Supplied material Block Start
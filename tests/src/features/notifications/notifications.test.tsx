import { screen, waitFor, within } from '@testing-library/react';
import userEvent from '@testing-library/user-event';
import { describe, expect, it } from 'vitest';
import type { Notification } from '../../../../shared/api/notifications.ts';
import { stubApi } from '../../helpers/fake-api.ts';
import { me } from '../../helpers/fixtures.ts';
import { renderApp } from '../../helpers/render-app.tsx';

const items: Notification[] = [
  { id: 'n1', kind: 'review-requested', study: { id: 's1', name: 'Tallow Lane drop' }, actor: { id: 'u2', name: 'Oskar Penhale' }, text: 'Oskar Penhale asked you to review Tallow Lane drop', createdAt: '2026-11-02T11:00:00.000Z', read: false },
  { id: 'n2', kind: 'mention', study: { id: 's1', name: 'Tallow Lane drop' }, actor: { id: 'u3', name: 'Dilys Arkwright' }, text: 'Dilys Arkwright mentioned you', createdAt: '2026-11-01T11:00:00.000Z', read: true },
];

describe('notifications', () => {
  it('the header bell names the unread count; the list marks one or all read', async () => {
    const posted: unknown[] = [];
    let unread = 1;
    stubApi({
      'GET /api/auth/me': () => ({ body: me('reviewer') }),
      'GET /api/notifications': () => ({ body: { items: items.map((n) => ({ ...n, read: unread === 0 ? true : n.read })), unread } }),
      'POST /api/notifications/read': (req) => {
        posted.push(req.body);
        unread = 0;
        return { body: { unread } };
      },
    });
    const user = userEvent.setup();
    renderApp('/notifications');
    const header = await screen.findByRole('banner');
    expect(await within(header).findByRole('link', { name: 'Notifications, 1 unread' })).toHaveAttribute('href', '/notifications');
    const list = await screen.findByRole('list', { name: 'Notifications' });
    const rows = within(list).getAllByRole('listitem');
    expect(rows[0]).toHaveTextContent('Unread ·Review requested');
    expect(within(rows[0]).getByRole('link', { name: 'Tallow Lane drop' })).toHaveAttribute('href', '/studies/s1');
    expect(within(rows[1]).queryByRole('button')).toBeNull();
    await user.click(within(rows[0]).getByRole('button', { name: /^Mark read/ }));
    await waitFor(() => expect(posted).toEqual([{ ids: ['n1'] }]));
    expect(await within(header).findByRole('link', { name: 'Notifications, none unread' })).toBeInTheDocument();
  });
});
Supplied material Block End
What to work on
Identify the lines of the data that contain the word "Tallow". Copy each of them.

Output of the exercise
  { id: 'n1', kind: 'review-requested', study: { id: 's1', name: 'Tallow Lane drop' }, actor: { id: 'u2', name: 'Oskar Penhale' }, text: 'Oskar Penhale asked you to review Tallow Lane drop', createdAt: '2026-11-02T11:00:00.000Z', read: false },
  { id: 'n2', kind: 'mention', study: { id: 's1', name: 'Tallow Lane drop' }, actor: { id: 'u3', name: 'Dilys Arkwright' }, text: 'Dilys Arkwright mentioned you', createdAt: '2026-11-01T11:00:00.000Z', read: true },
    expect(within(rows[0]).getByRole('link', { name: 'Tallow Lane drop' })).toHaveAttribute('href', '/studies/s1');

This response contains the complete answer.